Order two plates of crispy, lightly spicy chicken cubes if there's more than four diners, because they're hard to stop eating.
I know more Thai than I do Chinese, so I can say pet-pet or pet-ma if I want my food spicy or medium spicy. But maybe it would have helped to know the Chinese for "spicy, please" at Chung King the other night, when five of us including FoodGPS and Mattatouille returned to see how it was holding up (I first wrote about it in August 2003, before I started the blog). A Chowhound post warned that the venerable Sichuan place, which moved from Monterey Park a few years ago, might be "whitewashing" the food for non-Chinese diners. And while the first burst of flavor was still intense and satisfying, we realized by the end that it was definitely lacking in mouth-numbing Sichuan peppercorn flavor as well as the usual jolting heat.
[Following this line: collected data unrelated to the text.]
package org.holdpoint.archive;

import java.time.Instant;
import org.holdpoint.study.StudyVersion;

/**
 * Child process for {@link CrashConsistencyTest}: archives and signs studies in a tight loop, printing
 * {@code committed <changeId>} after each call returns, until it is killed (or has done 100,000).
 */
public final class CrashChild {

    private CrashChild() {
    }

    /**
     * @param args the archive URL and a run label
     * @throws Exception on any failure (the parent then sees the exit code)
     */
    public static void main(String[] args) throws Exception {
        try (JdbcArchive archive = JdbcArchive.open(args[0])) {
            System.out.println("open");
            System.out.flush();
            for (int i = 0; i < 100_000; i++) {
                String id = "CRASH-" + args[1] + "-" + i;
                StudyVersion v = archive.add(Fixtures.study(id, "4711", "tooling", "change verified",
                        Instant.parse("2025-05-01T00:00:00Z"), "Bore", "Wall", "Torque"), "child", "crash test");
                if (i % 2 == 0) {
                    archive.sign(v.id(), "Quinn", "quality manager", "approved", Instant.now());
                }
                System.out.println("committed " + id);
                System.out.flush();
            }
        }
    }
}
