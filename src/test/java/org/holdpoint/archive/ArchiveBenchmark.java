package org.holdpoint.archive;

import java.nio.file.Files;
import java.nio.file.Path;
import java.sql.Connection;
import java.sql.DriverManager;
import java.sql.SQLException;
import java.sql.Statement;
import java.time.Instant;
import java.util.ArrayList;
import java.util.Arrays;
import java.util.List;
import java.util.Locale;
import java.util.SplittableRandom;
import java.util.UUID;
import org.holdpoint.study.ArchiveQuery;
import org.holdpoint.study.NewStudyVersion;

/**
 * Benchmark (a measurement, not a test): archives 10,000 invented studies, then lists, opens and verifies,
 * on an H2 file in a temporary folder and, when HOLDPOINT_PG_URL is set, on a throwaway PostgreSQL database.
 * Prints medians. Run: {@code java -cp target/classes:target/test-classes:<deps> org.holdpoint.archive.ArchiveBenchmark [n]}.
 */
public final class ArchiveBenchmark {

    private static final String[] KINDS = {"tooling", "machine", "material lot", "supplier", "measurement method"};
    private static final String[] NAMES = {"Bore", "Wall", "Torque", "Hardness", "Flatness", "Length"};

    private ArchiveBenchmark() {
    }

    /**
     * @param args optional number of studies (default 10,000)
     * @throws Exception on any failure
     */
    public static void main(String[] args) throws Exception {
        int n = args.length > 0 ? Integer.parseInt(args[0]) : 10_000;
        Path dir = Files.createTempDirectory("holdpoint-bench");
        run("H2 file (embedded default)", ArchiveLocation.embeddedUrl(dir), n);
        Path file = dir.resolve("holdpoint.mv.db");
        System.out.printf(Locale.ROOT, "  H2 file after close: %.1f MB%n", Files.size(file) / 1048576.0);
        Files.delete(file);
        Files.delete(dir);
        String admin = System.getenv("HOLDPOINT_PG_URL");
        if (admin != null && !admin.isBlank()) {
            String db = "hp_bench_" + UUID.randomUUID().toString().replace("-", "").substring(0, 8);
            exec(admin, "CREATE DATABASE " + db);
            try {
                run("PostgreSQL", admin.replaceFirst("/[^/?]*(\\?|$)", "/" + db + "$1"), n);
            } finally {
                exec(admin, "DROP DATABASE " + db);
            }
        }
    }

    private static void run(String label, String url, int n) throws Exception {
        SplittableRandom random = new SplittableRandom(20251201L);
        List<NewStudyVersion> studies = new ArrayList<>(n);
        for (int i = 0; i < n; i++) {
            studies.add(study(i, random));
        }
        String product;
        try (Connection c = DriverManager.getConnection(url)) {
            product = c.getMetaData().getDatabaseProductName() + " " + c.getMetaData().getDatabaseProductVersion();
        }
        long[] add = new long[n];
        // the benchmark runs as the administrator of a throwaway database, which daily work refuses
        try (JdbcArchive archive = url.startsWith("jdbc:postgresql") ? JdbcArchive.openForMaintenance(url)
                : JdbcArchive.open(url)) {
            long t0 = System.nanoTime();
            for (int i = 0; i < n; i++) {
                long s = System.nanoTime();
                archive.add(studies.get(i), "bench", null);
                add[i] = System.nanoTime() - s;
            }
            double total = (System.nanoTime() - t0) / 1e9;
            long[] listAll = time(5, () -> archive.list(ArchiveQuery.withDefaults()).size());
            // a different filter value each time, so no database can hand back a result it cached
            long[] listPart = time(21, () -> archive.list(ArchiveQuery.withDefaults()
                    .withPartNumber("P-" + random.nextInt(100))).size());
            long[] listChar = time(11, () -> archive.list(ArchiveQuery.withDefaults()
                    .withCharacteristic(NAMES[2 + random.nextInt(4)]).withChangeKind(KINDS[random.nextInt(5)])).size());
            long[] listDates = time(11, () -> {
                Instant from = Instant.parse("2024-01-01T00:00:00Z").plusSeconds(3600L * random.nextInt(n));
                return archive.list(ArchiveQuery.withDefaults().withCreatedBetween(from, from.plusSeconds(3600L * 500)))
                        .size();
            });
            long[] show = time(101, () -> archive.show(1 + random.nextInt(n)).orElseThrow().json().length());
            long[] verify = time(3, () -> (int) archive.verify().eventsChecked());
            System.out.printf(Locale.ROOT, "%s [%s], %d studies (JSON %d chars each on average)%n", label, product, n,
                    studies.stream().mapToInt(s -> s.json().length()).sum() / n);
            System.out.printf(Locale.ROOT, "  add one study:            median %8.2f ms, mean %.2f ms (all %d in %.1f s)%n",
                    median(add), total * 1e3 / n, n, total);
            System.out.printf(Locale.ROOT, "  list all:                 median %8.2f ms%n", median(listAll));
            System.out.printf(Locale.ROOT, "  list by part (100 hits):  median %8.2f ms%n", median(listPart));
            System.out.printf(Locale.ROOT, "  list by characteristic + kind: median %8.2f ms%n", median(listChar));
            System.out.printf(Locale.ROOT, "  list by date range (500 hits): median %8.2f ms%n", median(listDates));
            System.out.printf(Locale.ROOT, "  show one (with JSON):     median %8.2f ms%n", median(show));
            System.out.printf(Locale.ROOT, "  verify whole archive:     median %8.2f ms%n", median(verify));
        }
    }

    @FunctionalInterface
    private interface Action {
        int run() throws Exception;
    }

    private static long[] time(int repeats, Action a) throws Exception {
        a.run(); // warm-up
        long[] t = new long[repeats];
        for (int i = 0; i < repeats; i++) {
            long s = System.nanoTime();
            if (a.run() < 0) {
                throw new IllegalStateException("impossible");
            }
            t[i] = System.nanoTime() - s;
        }
        return t;
    }

    private static double median(long[] nanos) {
        long[] s = nanos.clone();
        Arrays.sort(s);
        int m = s.length / 2;
        double v = s.length % 2 == 1 ? s[m] : (s[m - 1] + s[m]) / 2.0;
        return v / 1e6;
    }

    private static NewStudyVersion study(int i, SplittableRandom r) {
        int k = 2 + r.nextInt(4);
        List<String> names = new ArrayList<>(Arrays.asList(NAMES).subList(0, k));
        StringBuilder json = new StringBuilder("{\"schemaVersion\":1,\"characteristics\":[");
        for (String name : names) {
            json.append("{\"name\":\"").append(name).append("\",\"before\":[");
            for (int v = 0; v < 30; v++) {
                json.append(v == 0 ? "" : ",").append(String.format(Locale.ROOT, "%.4f", 12 + r.nextGaussian() / 100));
            }
            json.append("],\"after\":[");
            for (int v = 0; v < 30; v++) {
                json.append(v == 0 ? "" : ",").append(String.format(Locale.ROOT, "%.4f", 12 + r.nextGaussian() / 100));
            }
            json.append("]},");
        }
        json.setLength(json.length() - 1);
        json.append("]}");
        Instant created = Instant.parse("2024-01-01T00:00:00Z").plusSeconds(3600L * i);
        return NewStudyVersion.of("BENCH-" + i, "Bench change " + i, KINDS[i % KINDS.length], "P-" + (i % 100), "A",
                names, i % 9 == 0 ? "inconclusive" : "change verified", "bench", created, json.toString());
    }

    private static void exec(String url, String sql) throws SQLException {
        try (Connection c = DriverManager.getConnection(url); Statement s = c.createStatement()) {
            s.execute(sql);
        }
    }
}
If a basic San Gabriel storefront restaurant can be said to have a "signature dish," Chung King's is probably fried chicken cubes. The golden chunks were showered with the usual flurry of dried chiles, and disappeared fast as even the more sensitive eaters of our group were able to partake in the usually hallucination-inducing dish.
Beef and tofu small pot had just a hint of spice, despite looking like a vat of seething chileosity. At the old Oriental Pearl, I had several dishes like this that left me needing a beach towel to wipe down afterwards.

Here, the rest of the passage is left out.